(Beginning of Entries provided)

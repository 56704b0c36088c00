"""Which parts a build must name: those without a default, and one set of each choice."""

from __future__ import annotations

from collections.abc import Callable, Collection, Sequence
from typing import NoReturn

from benchfit.circuits.model import Circuit

Choice = tuple[tuple[str, ...], ...]


def chosen(choice: Choice, given: Collection[str]) -> tuple[tuple[str, ...], ...]:
    """The sets of a choice that the given parts speak for: one that covers them all, else each they touch."""
    named = {name for names in choice for name in names} & set(given)
    if not named:
        return ()
    covering = tuple(names for names in choice if named <= set(names))
    return covering[:1] or tuple(names for names in choice if named & set(names))


def left_out(circuit: Circuit, given: Collection[str]) -> frozenset[str]:
    """Parts that belong only to those sets of a choice that were not taken."""
    out: set[str] = set()
    for choice in circuit.alternatives:
        every = {name for names in choice for name in names}
        out |= every - {name for names in chosen(choice, given) for name in names}
    return frozenset(out)


def check_complete(circuit: Circuit, given: Collection[str], fail: Callable[[str, str], NoReturn]) -> None:
    """Refuse a build that names two sets of one choice, or that leaves out a part that it needs."""
    choices = {name for choice in circuit.alternatives for names in choice for name in names}
    needed = [p.name for p in circuit.parts if p.nominal is None and p.base is None and not p.optional]
    missing = [name for name in needed if name not in choices and name not in given]
    for choice in circuit.alternatives:
        taken = chosen(choice, given)
        if len(taken) > 1:
            words = " or ".join(_listed(names) for names in choice)
            key = next(name for name in given if name in taken[-1])
            fail(f"parts.{key}", f"give {words}, not both")
        if not taken:
            first, *others = ([name for name in names if name in needed] for names in choice)
            missing.append(f"{_listed(first)} ({', '.join(f'or {_listed(names)}' for names in others)})")
        else:
            missing += [name for name in taken[0] if name in needed and name not in given]
    if missing:
        them = "it" if len(missing) == 1 else "them"
        fail("parts", f"circuit {circuit.name} also needs {_listed(missing)}; add {them} to [parts]")


def _listed(names: Sequence[str]) -> str:
    return names[0] if len(names) == 1 else f"{', '.join(names[:-1])} and {names[-1]}"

(End of Entries provided)

__Exercise instructions__
The reply must hold exactly the lines from the one containing "taken = chosen(choice, given)" to the last line of the entries, and nothing more.

__Solution to the problem__
        taken = chosen(choice, given)
        if len(taken) > 1:
            words = " or ".join(_listed(names) for names in choice)
            key = next(name for name in given if name in taken[-1])
            fail(f"parts.{key}", f"give {words}, not both")
        if not taken:
            first, *others = ([name for name in names if name in needed] for names in choice)
            missing.append(f"{_listed(first)} ({', '.join(f'or {_listed(names)}' for names in others)})")
        else:
            missing += [name for name in taken[0] if name in needed and name not in given]
    if missing:
        them = "it" if len(missing) == 1 else "them"
        fail("parts", f"circuit {circuit.name} also needs {_listed(missing)}; add {them} to [parts]")


def _listed(names: Sequence[str]) -> str:
    return names[0] if len(names) == 1 else f"{', '.join(names[:-1])} and {names[-1]}"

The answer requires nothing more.